A quick introduction to R6 and Object Oriented Programming (OOP)

{tidymodules} or {tm} in short, is based on R6 (https://r6.r-lib.org/), which is an implementation of encapsulated object-oriented programming for R. Therefore knowledge of R6 is a prerequisite to develop {tm} modules.

R6 provides a framework for OOP in R. Unlike the functional programming style, R6 encapsulates methods and fields in classes that instantiate into objects. R6 classes are similar to R’s reference classes, but are more efficient and do not depend on S4 classes and the methods package.

This vignette provides a brief overview of R6 for developers new to R6. For more information, developers are recommended to review the R6 packagedown site (https://r6.r-lib.org/), as well as Chapter 14 of the Advanced R book (https://adv-r.hadley.nz/r6.html)

R6 classes and methods

{tm} depends on the R6 package which you can install from CRAN and load:

R6 classes are created using the R6::R6Class() function, which is the only function from the R6 package that is typically used.
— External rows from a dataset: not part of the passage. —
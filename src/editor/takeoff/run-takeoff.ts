import type { Plan } from '../../../shared/plan/plan-schema';
import type { PlanMessage } from '../../../shared/plan/plan-messages';
import { validatePlan } from '../../../shared/plan/validate-plan';
import { computeTakeoff, type Takeoff, type TakeoffProduct, type TakeoffSettings } from '../../../shared/takeoff/compute-takeoff';
import { InvalidPlanError } from '../../../shared/plan/plan-messages';

export type TakeoffRun = {
  takeoff: Takeoff | null;
  errors: PlanMessage[];
  warnings: PlanMessage[];
  /** How long the engine took, ms. */
  elapsedMs: number;
};

export type TakeoffInput = { plan: Plan; products: TakeoffProduct[]; settings?: Partial<TakeoffSettings> };

/**
 * The engine on the live plan: validate, then compute. An outline still being drawn (fewer than
 * three corners) is not an error yet, just nothing to compute.
 */
export function runTakeoff({ plan, products, settings }: TakeoffInput): TakeoffRun {
  const t0 = performance.now();
  const done = (r: Omit<TakeoffRun, 'elapsedMs'>): TakeoffRun => ({ ...r, elapsedMs: performance.now() - t0 });
  if (plan.outline.length < 3) return done({ takeoff: null, errors: [], warnings: [] });
  const v = validatePlan(plan);
  if (!v.ok) return done({ takeoff: null, errors: v.errors, warnings: v.warnings });
  try {
    const takeoff = computeTakeoff(v.plan, { products, settings });
    return done({ takeoff, errors: [], warnings: v.warnings });
  } catch (e) {
    if (e instanceof InvalidPlanError) return done({ takeoff: null, errors: e.errors, warnings: v.warnings });
    return done({
      takeoff: null,
      errors: [{ code: 'takeoff.failed', message: `the takeoff could not be computed: ${(e as Error).message}` }],
      warnings: v.warnings,
    });
  }
}
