import { useMutation, useQueryClient } from '@tanstack/react-query';
import type { Customer, CustomerPatch } from '../../../../shared/api/customers';
import { api } from '../../../lib/api-client';
import { customerKeys } from './keys';

export async function updateCustomer(id: string, body: CustomerPatch): Promise<Customer> {
  return (await api.patch<{ customer: Customer }>(`/api/customers/${encodeURIComponent(id)}`, body)).customer;
}

/** Saves a customer; jobs show the customer's name, so their queries are refreshed too. */
export function useUpdateCustomer() {
  const qc = useQueryClient();
  return useMutation({
    mutationFn: ({ id, body }: { id: string; body: CustomerPatch }) => updateCustomer(id, body),
    onSuccess: () => Promise.all([qc.invalidateQueries({ queryKey: customerKeys.all }), qc.invalidateQueries({ queryKey: ['jobs'] })]),
  });
}
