import { describe, expect, it } from 'vitest';
import { createEditor } from '../../src/editor/create-editor';
import { worldToScreen, world } from '../../src/editor/geometry/coords';
import { distanceToJoistMm } from '../../src/editor/tools/hit-test';
import { emptyPlan, rectPlan } from './fixtures';

// 0.1 px per mm with no pan: screen px = mm / 10, easy to read.
const camera = { zoom: 0.1, panX: 0, panY: 0 };
const at = (x: number, y: number) => worldToScreen(camera, world(x, y));

function click(ed: ReturnType<typeof createEditor>, p: [number, number], mods = {}) {
  ed.pointerDown({ ...at(...p), ...mods });
  ed.pointerUp({ ...at(...p), ...mods });
}

function drag(ed: ReturnType<typeof createEditor>, from: [number, number], to: [number, number], mods = {}) {
  ed.pointerDown({ ...at(...from), ...mods });
  for (let k = 1; k <= 5; k++) {
    ed.pointerMove({ ...at(from[0] + ((to[0] - from[0]) * k) / 5, from[1] + ((to[1] - from[1]) * k) / 5), ...mods });
  }
  ed.pointerUp({ ...at(...to), ...mods });
}

describe('outline tool', () => {
  it('draws a rectangle by clicking corners, snapping to the grid, and closes on the first corner', () => {
    const ed = createEditor(emptyPlan(), { camera });
    for (const p of [
      [10, 20],
      [6020, -30],
      [5990, 4010],
      [0, 3990],
    ] as [number, number][]) {
      ed.pointerDown(at(...p));
      ed.pointerUp(at(...p));
    }
    expect(ed.toolState()).toBe('drawing');
    ed.pointerDown(at(5, 5));
    ed.pointerUp(at(5, 5));
    expect(ed.toolState()).toBe('idle');
    expect(ed.store.getState().plan.outline).toEqual([
      [0, 0],
      [6000, 0],
      [6000, 4000],
      [0, 4000],
    ]);
    // Each corner was its own step.
    ed.keyDown({ key: 'z', ctrl: true });
    expect(ed.store.getState().plan.outline).toHaveLength(3);
  });

  it('Alt draws freely, without snapping', () => {
    const ed = createEditor(emptyPlan(), { camera });
    ed.pointerDown({ ...at(13, 27), alt: true });
    expect(ed.store.getState().plan.outline[0]).toEqual([13, 27]);
  });

  it('drags a corner as one undoable step, and Escape cancels a drag', () => {
    const ed = createEditor(rectPlan(), { camera });
    const before = ed.store.getState().plan;
    drag(ed, [8400, 5200], [9000, 6000]);
    expect(ed.store.getState().plan.outline[2]).toEqual([9000, 6000]);
    expect(ed.store.getState().undoStack).toHaveLength(1);
    ed.keyDown({ key: 'z', ctrl: true });
    expect(ed.store.getState().plan).toBe(before);
    ed.keyDown({ key: 'z', ctrl: true, shift: true });
    expect(ed.store.getState().plan.outline[2]).toEqual([9000, 6000]);

    ed.pointerDown(at(9000, 6000));
    ed.pointerMove(at(9500, 6500));
    ed.keyDown({ key: 'Escape' });
    expect(ed.store.getState().plan.outline[2]).toEqual([9000, 6000]);
  });

  it('inserts a corner by dragging an edge midpoint, and deletes the selected corner', () => {
    const ed = createEditor(rectPlan(), { camera });
    drag(ed, [4200, 0], [4200, -1000]);
    const { plan } = ed.store.getState();
    expect(plan.outline).toEqual([
      [0, 0],
      [4200, -1000],
      [8400, 0],
      [8400, 5200],
      [0, 5200],
    ]);
    expect(ed.store.getState().undoStack).toHaveLength(1);
    ed.keyDown({ key: 'Delete' });
    expect(ed.store.getState().plan.outline).toHaveLength(4);
    ed.keyDown({ key: 'y', ctrl: true }); // nothing to redo: no-op
    ed.keyDown({ key: 'z', ctrl: true });
    ed.keyDown({ key: 'z', ctrl: true });
    expect(ed.store.getState().plan).toEqual(rectPlan());
  });

  it('gives a finger a larger hit target than a mouse', () => {
    const ed = createEditor(rectPlan(), { camera });
    // 15 px from corner 2 (8400, 5200) at 0.1 px/mm.
    const near = { x: 840 + 15, y: 520 };
    ed.pointerDown(near);
    ed.pointerUp(near);
    expect(ed.store.getState().session.selection).not.toEqual({ kind: 'corner', index: 2 });
    ed.pointerDown({ ...near, touch: true });
    ed.pointerUp({ ...near, touch: true });
    expect(ed.store.getState().session.selection).toEqual({ kind: 'corner', index: 2 });
  });

  it('clicking empty paper clears the selection but keeps redo', () => {
    const ed = createEditor(rectPlan(), { camera });
    drag(ed, [8400, 5200], [9000, 6000]);
    ed.undo();
    ed.pointerDown(at(20000, 20000));
    ed.pointerUp(at(20000, 20000));
    expect(ed.store.getState().session.selection).toBeNull();
    expect(ed.store.getState().redoStack).toHaveLength(1);
  });
});

describe('joists tool', () => {
  it('drags a joist to set the first joist position', () => {
    const ed = createEditor(rectPlan(), { camera, step: 'joists' });
    // Joists run at 90° (down the page); the centre line at x = 1200 is a joist.
    drag(ed, [1200, 2600], [1330, 2600]);
    const p = ed.store.getState().plan;
    expect(distanceToJoistMm(p, world(1330, 100))).toBeLessThan(1);
    expect(ed.store.getState().undoStack).toHaveLength(1);
  });

  it('clicking an edge runs the joists along it', () => {
    const ed = createEditor(rectPlan(), { camera, step: 'joists' });
    ed.pointerDown(at(4000, 5200));
    ed.pointerUp(at(4000, 5200));
    expect(ed.store.getState().plan.joists.angleDeg).toBe(0);
  });
});

describe('exclusions tool', () => {
  it('draws a rectangle of the chosen kind by two clicks, moves and resizes it, and deletes it', () => {
    const ed = createEditor(rectPlan(), { camera, step: 'exclusions', exclusionKind: 'hatch' });
    click(ed, [3000, 3000]);
    expect(ed.toolState()).toBe('drawing-rect');
    ed.pointerMove(at(3400, 3500));
    expect(ed.store.getState().session.draft?.points).toEqual([
      [3000, 3000],
      [3400, 3500],
    ]);
    click(ed, [3600, 3900]);
    let ex = ed.store.getState().plan.exclusions;
    expect(ex).toHaveLength(3);
    expect(ex[2]).toEqual({
      kind: 'hatch',
      polygon: [
        [3000, 3000],
        [3600, 3000],
        [3600, 3900],
        [3000, 3900],
      ],
    });
    expect(ed.store.getState().session.selection).toEqual({ kind: 'exclusion', index: 2 });

    drag(ed, [3300, 3400], [4300, 3400]);
    ex = ed.store.getState().plan.exclusions;
    expect(ex[2].polygon![0]).toEqual([4000, 3000]);

    drag(ed, [4600, 3900], [4800, 4200]); // the south-east handle
    expect(ed.store.getState().plan.exclusions[2].polygon![2]).toEqual([4800, 4200]);

    ed.keyDown({ key: 'Delete' });
    expect(ed.store.getState().plan.exclusions).toHaveLength(2);
    for (let i = 0; i < 4; i++) ed.undo();
    expect(ed.store.getState().plan).toEqual(rectPlan());
  });

  it('places a downlight with a click and draws a polygon by clicks', () => {
    const ed = createEditor(rectPlan(), { camera, step: 'exclusions', exclusionKind: 'downlight' });
    ed.pointerDown(at(6000, 1000));
    ed.pointerUp(at(6000, 1000));
    expect(ed.store.getState().plan.exclusions[2]).toEqual({ kind: 'downlight', at: [6000, 1000] });

    ed.store.setSession({ exclusionKind: 'chimney', exclusionShape: 'polygon', selection: null });
    for (const p of [
      [6000, 3000],
      [7000, 3000],
      [6500, 4000],
    ] as [number, number][]) {
      ed.pointerDown(at(...p));
      ed.pointerUp(at(...p));
    }
    ed.keyDown({ key: 'Enter' });
    expect(ed.store.getState().plan.exclusions[3]).toEqual({
      kind: 'chimney',
      polygon: [
        [6000, 3000],
        [7000, 3000],
        [6500, 4000],
      ],
    });
  });
});

describe('eaves tool and global keys', () => {
  it('clicking an edge toggles its eaves mark', () => {
    const ed = createEditor(rectPlan(), { camera, step: 'eaves' });
    ed.pointerDown(at(8400, 2000));
    ed.pointerUp(at(8400, 2000));
    expect(ed.store.getState().plan.eavesEdges).toEqual([0, 1, 2]);
    ed.pointerDown(at(8400, 2000));
    ed.pointerUp(at(8400, 2000));
    expect(ed.store.getState().plan.eavesEdges).toEqual([0, 2]);
  });

  it('number keys change step, f fits the plan, and the wheel zooms about the pointer', () => {
    const ed = createEditor(rectPlan(), { camera, viewport: { width: 1000, height: 700 } });
    ed.keyDown({ key: '3' });
    expect(ed.store.getState().session.step).toBe('exclusions');
    ed.keyDown({ key: 'f' });
    const cam = ed.store.getState().session.camera;
    expect(worldToScreen(cam, world(4200, 2600)).x).toBeCloseTo(500, 6);
    ed.wheel({ x: 100, y: 100, deltaY: -200 });
    expect(ed.store.getState().session.camera.zoom).toBeGreaterThan(cam.zoom);
  });
});

describe('read-only editor', () => {
  it('pans and selects but never changes the plan', () => {
    const ed = createEditor(rectPlan(), { camera }, { readOnly: true });
    const before = ed.store.getState().plan;
    drag(ed, [8400, 5200], [9000, 6000]);
    ed.keyDown({ key: 'Delete' });
    ed.keyDown({ key: 'z', ctrl: true });
    expect(ed.store.getState().plan).toBe(before);
    expect(ed.store.getState().session.camera).not.toEqual(camera); // the drag panned instead
  });
});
The following is a simple example of defining an R6 class:

Calculator <- R6::R6Class(
  classname = "Calculator",
  public = list(
    value = NA,
    initialize = function(value) {
      self$value <- value
    },
    add = function(x = 1) {
      self$value <- self$value + x
      invisible(self)
    })
)

The first argument classname by convention uses UpperCamelCase. The second argument public encapsulates a list of methods (functions) and fields (objects) that make up the public interface of the object. By convention methods and fields use snake_case. Methods can access the methods and fields of the current object using self$. One should always assign the result of R6Class() into a variable with the same names as the classname because R6Class() returns an R6 object that defines the class.

You can print the class definition:

Calculator
#> <Calculator> object generator
#>   Public:
#>     value: NA
#>     initialize: function (value) 
#>     add: function (x = 1) 
#>     clone: function (deep = FALSE) 
#>   Parent env: <environment: R_GlobalEnv>
#>   Locked objects: TRUE
#>   Locked class: FALSE
#>   Portable: TRUE

To create a new instance of Calculator, use the $new() method. The $initialize() is an important method, which overrides the default behavior of $new(). In the above example, the $initialize() method initializes the calculator1 object with value = 0.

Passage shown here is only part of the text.